Intel’s thread manager and power management updates for Lunar Lake show various and significant improvements over Meteor Lake. The thread manager uses a heterogeneous scheduling policy, initially assigning tasks to one E-core and expanding to another E-core or P-core when needed. OS containment zones are designed to limit tasks to specific cores, which directly improves power efficiency and provides the performance the right kernel needs for the workloads at hand. Integration with power management systems and the chip’s quartet of Power Management Controllers (PMC), in coordination with Windows 11, enable context-aware adjustments, ensuring optimal performance with minimal power usage and waste.

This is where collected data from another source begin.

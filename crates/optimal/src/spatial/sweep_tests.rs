//! Sweeps of departure dates against cold starts, the law of arrivals, and the work they may take.

use std::cell::Cell;

use orbits::ephemeris::Traveller;
use orbits::epochs::start_of_day;
use orbits::planets::Planet;
use orbits::units;

use super::*;
use crate::spatial::ends::ordered;

/// Hands the route from the Earth, times counted from 2030-01-01, to `then`; `calls` counts how often the departure
/// body is asked for: once for each integration.
fn with_route<R>(to: Planet, ac_mm_s2: f64, calls: &Cell<usize>, then: impl FnOnce(&Route<'_>) -> R) -> R {
    let reference = start_of_day(2030, 1, 1).expect("a day of the calendar");
    let (earth, target) = (Traveller::Planet(Planet::Earth), Traveller::Planet(to));
    let day = |time: f64| reference + units::days(time);
    let start = |time: f64| {
        calls.set(calls.get() + 1);
        earth.state(day(time)).ok().map(|body| ordered(&body))
    };
    let end = |time: f64| target.state(day(time)).ok().map(|body| ordered(&body));
    let ends = |time: f64| Ends::new(earth.elements(day(time)), target.elements(day(time)));
    let conditions = Conditions {
        lightness: units::lightness(ac_mm_s2),
        from: &start,
        to: &end,
        target_axis: target.elements(reference).semi_major_axis,
    };
    then(&Route { conditions, ends: &ends })
}

fn departures(first_d: f64, step_d: f64, count: usize) -> Vec<f64> {
    (0..count).map(|k| units::canonical_time(first_d + step_d * k as f64)).collect()
}

/// Marches over 12 dates and compares each date's best with a cold start of its own.
#[track_caller]
fn check_span(to: Planet, ac_mm_s2: f64, first_d: f64, step_d: f64) {
    let dates = departures(first_d, step_d, 12);
    with_route(to, ac_mm_s2, &Cell::new(0), |route| {
        let found = span(route, &dates);
        let mut last_arrival = f64::NEG_INFINITY;
        for (date, found) in dates.iter().zip(&found) {
            let marched = best(&route.conditions, found).expect("found by marching");
            let started = best(&route.conditions, &cold(route, *date)).expect("found by a cold start");
            assert_eq!(marched.evidence.verdict(), Verdict::Converged);
            // Both are polished to 1e-10 of the target's size and speed; flight times follow within 100 times that.
            let difference = marched.flight.time / started.flight.time - 1.0;
            assert!(difference.abs() < 1e-8, "{to:?} at {}: {difference:e}", units::days(*date));
            // One may always wait edge-on: leaving later never arrives earlier, up to the elements' drift.
            assert!(marched.flight.arrival > last_arrival - 1e-3 * units::canonical_time(step_d));
            last_arrival = marched.flight.arrival;
        }
    });
}

#[test]
fn marching_finds_what_cold_starts_find() {
    check_span(Planet::Mars, 1.0, 300.0, 8.0);
    check_span(Planet::Mars, 0.5, 0.0, 8.0);
    check_span(Planet::Venus, 1.0, 100.0, 6.0);
    check_span(Planet::Mercury, 1.0, 0.0, 2.0);
}

#[test]
fn strong_sails_that_wait_are_marched_too() {
    // At 3 mm/s^2 the best flights to Mars wait for months: their ends are up to 1e7 times as sensitive.
    check_span(Planet::Mars, 3.0, 330.0, 8.0);
}

#[test]
fn a_marched_date_takes_few_integrations() {
    let calls = Cell::new(0);
    with_route(Planet::Mars, 1.0, &calls, |route| {
        let dates = departures(300.0, 8.0, 12);
        let mut near = cold(route, dates[0]);
        let started = calls.get();
        for &date in &dates[1..] {
            near = stepped(route, &near, date);
        }
        assert_eq!(near.len(), 2);
        // Two Jacobians a branch and date with a third-order predictor, four where it starts; and one call of the
        // departure body for each flight's axes.
        let per_date = (calls.get() - started) as f64 / 11.0;
        assert!(per_date <= 8.0, "{per_date} integrations a date");
    });
}

#[test]
fn no_dates_are_no_trouble() {
    with_route(Planet::Mars, 1.0, &Cell::new(0), |route| assert!(span(route, &[]).is_empty()));
}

Lunar Lake’s scheduling strategy efficiently handles power-sensitive applications. One example provided by Intel is that video conferencing tasks are kept within the efficiency core, using electronic cores to maintain performance while reducing power consumption by up to 35%, as shown in data provided by Intel. These improvements are achieved through collaboration with operating system developers like Microsoft for seamless integration to achieve the best balance between power consumption and performance.

Focusing on the power management system for Lunar Lake, Intel uses its own power management on the SoC, operating in efficiency, balance, and performance modes specifically designed to adapt to any workload demands at runtime. This multi-layered approach allows the Lunar Lake SoC to operate efficiently. Again, as with Intel Thread Director, PMCs can balance power usage with performance needs.

Intel also plans to improve the Thread Manager by increasing scenario granularity, implementing AI-based scheduling hints, and enabling over-IP scheduling within Windows 11. These improvements essentially equate to workload management designed to boost overall power efficiency and deliver performance across different applications when they’re needed Without wasting the power budget by allocating lighter tasks to higher power P cores.

Over the next few pages, we’ll explore the new P and E cores and Intel’s update to Arc Xe integrated graphics (Xe2-LPG).